In essence, this result may turn into a philosophical basis intertwined with the collectivism that beams light on forms of healing regardless of what type of potential trigger may emerge or in which context occurs.

4.3 Cascading effects on healing audiences: weaving networks from reciprocities

The filmmaking pathway became a door for relieving through emotions, thoughts, knowledge, and ongoing events, which can be communicated to different types of audiences. Simultaneously, members of the communities in Upper Xingu participate in documentaries and records by seeking to unveil what they have built up on their own as a community.

After the audiovisual analysis, there are prominently three target audiences: the community (the group who live in a particular geography, which in this case would be the Kuikuro community), the indigenous peoples from other villages, and the non-indigenous people.

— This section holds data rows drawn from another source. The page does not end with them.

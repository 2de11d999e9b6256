"""The report for a terminal: lines that editors read as links, nothing in them that a terminal would obey, honest totals."""

from __future__ import annotations

import re
import unicodedata
from dataclasses import replace

from annotate_fixture import amount, finding, report_of, said
from hypothesis import given
from hypothesis import strategies as st

from calccheck import check_text
from calccheck.annotate.to_terminal import to_terminal
from calccheck.annotate.visible import one_line, visible
from calccheck.annotate.working_table import working_table
from calccheck.model import Slip, WorkedQuantity
from calccheck.units import AMPERE, VOLT

# GNU Coding Standards, section 4.4 "Formatting Error Messages": sourcefile:lineno:column: message
GNU = re.compile(r"(?P<file>[^:\n]+):(?P<line>\d+):(?P<column>\d+): (?P<word>\w+): (?P<message>\S.*)")
TEXT = "Load `I_R = 2.96 A`,\nbus `V_b = 12 V` and `V_c = 3 V`, `given x = 1 V`,\n`V_d = 4 V`, `V_e = 5 V`\n"


def report():
    return report_of(
        TEXT,
        said(TEXT, "I_R = 2.96 A", "differs", place="code", basis="circuit", claimed=amount(2.96, AMPERE),
             computed=amount(2.66463, AMPERE), deviation=0.1109, message="I_R comes to 2.6646 A, printed 2.96 A",
             slips=(Slip("sign", "the second source was added instead of taken off"),)),
        said(TEXT, "V_b = 12 V", "agrees", place="code", basis="circuit", cautions=("coarse: 12 V says ±0.5 V",)),
        said(TEXT, "V_c = 3 V", "unchecked", place="code", message="there is no node c"),
        said(TEXT, "given x = 1 V", "given", place="code", message="assumed"),
        said(TEXT, "V_d = 4 V", "accepted", place="code", basis="circuit", message="comes to 5 V; accepted by QD: log 4"),
        said(TEXT, "V_e = 5 V", "rounded", place="code", basis="working", message="cut off, not rounded: 5.09 V"),
        findings=(finding(TEXT, "bus", "letter", "bus is an odd name", "Rbus"),),
    )  # fmt: skip


def test_each_finding_begins_with_a_line_that_editors_read_as_a_link():
    lines = to_terminal([report()]).split("\n\n")[0].split("\n")
    heads = [m for m in map(GNU.fullmatch, lines) if m]
    places = [(m["file"], m["line"], m["column"], m["word"]) for m in heads]
    assert [p[1:] for p in places] == [
        ("1", "7", "differs"), ("2", "1", "caution"), ("2", "6", "caution"), ("2", "23", "unchecked"), ("3", "2", "accepted"),
    ]  # fmt: skip
    assert {p[0] for p in places} == {"sheets/TS-101.md"}
    assert TEXT.split("\n")[1][23 - 1 :].startswith("V_c") and TEXT[7 - 1 :].startswith("I_R")
    assert all(line.startswith("    ") for line in lines if not GNU.fullmatch(line) and ": given: " not in line)


def test_behind_it_stand_claim_recomputed_value_deviation_and_slip():
    first = to_terminal([report()]).split("\n")[:5]
    assert first[0] == "sheets/TS-101.md:1:7: differs: I_R comes to 2.6646 A, printed 2.96 A"
    assert [line.split(None, 1) for line in first[1:]] == [
        ["claim", "I_R = 2.96 A"],
        ["recomputed", "2.66463 A, from the circuit"],
        ["deviation", "+11.1 %"],
        ["likely", "the second source was added instead of taken off"],
    ]
    assert all(line.startswith("    ") for line in first[1:])


def test_a_finding_says_what_to_write_instead():
    lines = to_terminal([report()]).split("\n")
    at = lines.index("sheets/TS-101.md:2:1: caution: bus is an odd name")
    assert lines[at + 1].split() == ["write", "Rbus"]


def test_what_stands_is_named_only_when_asked_and_assumptions_always():
    short, long = to_terminal([report()]), to_terminal([report()], verbose=True)
    assert "cut off" not in short and ":3:15: rounded: V_e = 5 V; cut off" in long
    assert ": given: given x = 1 V\n" in long
    assert ":2:6: agrees: V_b = 12 V" in long and ": agrees:" not in short
    assert "sheets/TS-101.md: given: x = 1 V\n" in short
    assert "accepted: comes to 5 V; accepted by QD: log 4" in short


def test_totals_hold_every_claim_once_by_verdict_and_once_by_what_it_was_held_against():
    text = to_terminal([report(), report()])
    verdicts, against = text.split("\n\n")[1].split("\n")[:2]
    assert verdicts == (
        "2 calc sheets, 12 claims: 2 ✓ agrees, 2 ≈ rounded, 2 ✗ differs, 2 ? unchecked, 2 ◇ accepted, 2 ○ given."
    )
    assert sum(int(n) for n in re.findall(r"\b(\d+) ", against)) == 12
    assert against.startswith("4 held against a circuit, 2 against the sheet's own working alone, ")
    assert "It is not an approval." in text.split("\n\n")[1]


def test_what_was_not_read_is_counted_and_named_on_request():
    other = report()
    plain = replace(
        other, reading=replace(other.reading, is_calc=False, sheet=replace(other.reading.sheet, name="a.md"))
    )
    unread = replace(other, reading=replace(other.reading, not_read=2))
    text = to_terminal([plain, unread])
    assert "1 file passed over as not a calc sheet.\n" in text and "a.md" not in text
    assert "2 other fences or pieces of HTML not read.\n" in text
    assert to_terminal([plain], verbose=True).startswith("a.md: not a calc sheet\n")
    assert to_terminal([plain]).startswith("0 calc sheets, 0 claims")


def test_a_claim_that_fails_further_down_is_shown_where_it_fails():
    text = "```circuit\nreference g\nV1: 10 V, a to g\nR1: 1 kΩ, a to b\nR2: 3 kΩ, b to g\n```\n"
    text += "```working\nV_b = V1 × R2 / (R1 + R2)\n    = 10 V × 1/4\n    = 2.5 V\n```\n"
    heads = [m for m in map(GNU.fullmatch, to_terminal([check_text("a.md", text)]).split("\n")) if m]
    assert [(m["line"], m["word"]) for m in heads] == [("9", "differs"), ("10", "differs")]


def test_colour_only_on_request_and_never_without_its_word():
    plain, coloured = to_terminal([report()]), to_terminal([report()], colour=True)
    assert "\x1b" not in plain
    assert re.sub(r"\x1b\[[\d;]*m", "", coloured) == plain
    assert "\x1b[1;31mdiffers\x1b[0m" in coloured


@given(st.text(st.characters() | st.characters(categories=["Cc", "Cf", "Cs", "Zl", "Zp", "Zs"])))
def test_nothing_a_terminal_would_obey_or_hide_gets_through(text):
    """By the categories and bidirectional classes of the Unicode Character Database, as the standard library has it."""
    for shown in (visible(text), one_line(text)):
        assert not {unicodedata.category(c) for c in shown} & {"Cc", "Cf", "Cs", "Zl", "Zp"}
        assert not {unicodedata.bidirectional(c) for c in shown} & {
            "LRE",
            "RLE",
            "LRO",
            "RLO",
            "PDF",
            "LRI",
            "RLI",
            "FSI",
            "PDI",
        }
    assert visible("10 mV at 20\u202f°C, I ≤ 3 A") == "10 mV at 20\u202f°C, I ≤ 3 A"


def test_what_is_not_seen_stands_as_its_code_point():
    assert visible("a\x1b[31m\u202eb\u2066\r\n") == "a[U+001B][31m[U+202E]b[U+2066][U+000D][U+000A]"
    text = "`x = 3 A`\n"
    nasty = report_of(text, said(text, "x = 3 A", "differs", message="\x1b]0;x\x07 \u202e"), name="a\x1b.md")
    shown = to_terminal([nasty], verbose=True)
    assert shown.startswith("a[U+001B].md:1:2: differs: [U+001B]]0;x[U+0007] [U+202E]\n")


def test_the_working_of_one_quantity():
    """Two sources on a divider, worked by hand: 9.19481 V − 3.32893 V = 5.86588 V, shares 157 % and −56.8 %."""
    rows = (("Vb", amount(9.19481, VOLT)), ("Vp", amount(-3.32893, VOLT)))
    worked = WorkedQuantity("V_bus", rows, amount(5.86588, VOLT), amount(5.86588, VOLT), 1.5e-16)
    assert [line.split() for line in working_table(worked).split("\n") if "-----" not in line and line] == [
        ["V_bus", "value", "share"],
        ["due", "to", "Vb", "9.19481", "V", "157", "%"],
        ["due", "to", "Vp", "−3.32893", "V", "−56.8", "%"],
        ["sum", "5.86588", "V"],
        ["nodal", "solution", "5.86588", "V"],
        ["gap", "1.5e-16"],
    ]
    alone = replace(worked, rows=rows[:1], total=amount(0.0, VOLT), nodal=None)
    assert "nodal" not in working_table(alone) and working_table(alone).split("\n")[2].endswith("-")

The decisions around editing are made as long as the scope of the audience is defined collectively. For instance, there are many chants and expressions that are not translated into Portuguese in the documentaries. The fact that these scenes only are understood by people who speak Carib or who are familiar with the oral traditions shapes a private moment for the first audience: the community. According to Takumã, this no-translation is done as a reminder for the community about the communication and teaching of ancient knowledge, whose core might be seen at risk owing to changes brought about by threats such as evangelization, uncontrolled use of technology, or the use of money as the main resource.

Takumã’s practice might epitomize the scene for proposals to set ideas for strengthening the community by recognizing the injuries left by the state of affairs particularly provoked by Bolsonaro’s government. The filmmaking process led by Takumã might be seen as an autoethnography from which the Upper Xingu can “amplify their voices (…) promote all the social action, activities, activism they have been doing and are so important to share with the world (…) Takumã thinks about that (…) how video making is a powerful tool to capture their stories with their own hands basically, because Takumã captures from the inside what it is happening” (Personal communication-2, 24 June 2022).

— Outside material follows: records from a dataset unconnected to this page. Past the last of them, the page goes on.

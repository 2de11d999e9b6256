"""What moves a quantity over its tolerances: the changes by hand, the bars in proportion, the pictures in page and PDF.

A divider of two 1 kΩ on 10 V, R1 ±10 %, R2 ±5 %: V_m = 10 V·R2/(R1 + R2). R1 at 0.9 kΩ: 10/1.9 = 5.2632 V, at 1.1 kΩ:
10/2.1 = 4.7619 V; R2 at 0.95 kΩ: 9.5/1.95 = 4.8718 V, at 1.05 kΩ: 10.5/2.05 = 5.1220 V (voltage divider, by hand).
"""

from __future__ import annotations

import re
from io import BytesIO
from xml.etree import ElementTree

import pypdf
import pytest

from calccheck import check_text
from calccheck.annotate.moves import picture
from calccheck.annotate.to_html import to_html
from calccheck.annotate.to_pdf import to_pdf

SHEET = """---
sheet: M-1
---
# Divider

```circuit
V1: 10 V, a to gnd
R1: 1 kΩ ±10 %, a to m
R2: 1 kΩ ±5 %, m to gnd
```

`worst V_m = 4.634 V … 5.385 V`, `V_m = 5.00 V`.
"""


@pytest.fixture(scope="module")
def report():
    return check_text("m.md", SHEET)


def test_changes_are_those_of_the_divider(report) -> None:
    over, plain = report.claims
    assert over.verdict == "agrees", over.message
    assert [m.name for m in over.moves] == ["R1", "R2"]
    for move, low, high in zip(
        over.moves, (10 / 1.9 - 5, 9.5 / 1.95 - 5), (10 / 2.1 - 5, 10.5 / 2.05 - 5), strict=True
    ):
        assert float(move.low.value) == pytest.approx(low, rel=1e-9)
        assert float(move.high.value) == pytest.approx(high, rel=1e-9)
    assert plain.moves == ()


def test_bars_are_in_proportion(report) -> None:
    svg = picture("V_m", report.claims[0].moves, "V").svg
    root = ElementTree.fromstring(svg)
    said = "".join(root.itertext())
    assert "+0.2632 V … −0.2381 V" in said
    assert "−0.1282 V … +0.1220 V" in said
    boxes = [float(w) for w in re.findall(r'<rect [^>]*?width="([\d.]+)"', svg)]
    changes = [10 / 1.9 - 5, 5 - 10 / 2.1, 5 - 9.5 / 1.95, 10.5 / 2.05 - 5]
    assert len(boxes) == len(changes)
    for width, change in zip(boxes, changes, strict=True):
        assert width / boxes[0] == pytest.approx(change / changes[0], abs=0.01)


def test_page_and_pdf_show_them(report) -> None:
    assert "What moves it" in to_html(report)
    text = "".join(page.extract_text() for page in pypdf.PdfReader(BytesIO(to_pdf(report))).pages)
    assert "What moves it" in text
    without = check_text("n.md", SHEET.replace("`worst V_m = 4.634 V … 5.385 V`, ", ""))
    assert "What moves it" not in to_html(without)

Additionally, Takumã decides to only take into account objects that are in his territory for his films as well as to emphasize shapes and frames typical of his community, such as the architecture of the Kuikuro’s houses. Through one of his records, Takumã highlights with the camera that these houses are made with native trees found in the forest; accordingly, “every tree has a spirit, every house has a spirit” (Kuikuro, 2020a, 1:14).

Under the same idea of the sacred, the camera shots chosen by Takumã are attuned to the way in which he perceives his territory, his community, and the political commitment around his practice. Similarly, the principle about the sacred is assimilated into sounds and soundtracks. The sounds of the forest, the day-to-day sounds of the village, as well as from traditional instruments are the only ones used by Takumã. Therefore, we could talk about sounds in-site, those that are organically part of the scenes, and those edited by Takumã to put in specific moments. The latter is frequently used at the beginning and the ends of the records or in all the videos with the pretension of rendering visible events or specific traditions, namely the record Jogos Mundiaies Indigenas.

These decisions might indicate the ethical relationship between Takumã and the territory navigating into forms of outlining the knowledge led by his community; “(…) how important it is for him (Takumã) always come back to the village” (Personal communication-2, 24 June 2022).

Overall, Takumã’s filmmaking practice by itself creates a basis, a foundation that works as beams of light to guide singular and collective responses for different triggers linked to climate change, but also to set ideas based on knowledge exchanges. On the one hand, these exchanges aim to share part of their knowledge from the Upper Xingu communities to other contexts, especially westernized settings at national and international levels, particularly in topics related to environmental protection and arts, and on the other hand, new partnerships can enhance community-based plans to become a reality, for instance, more audiovisual tools to continue their training in filmmaking.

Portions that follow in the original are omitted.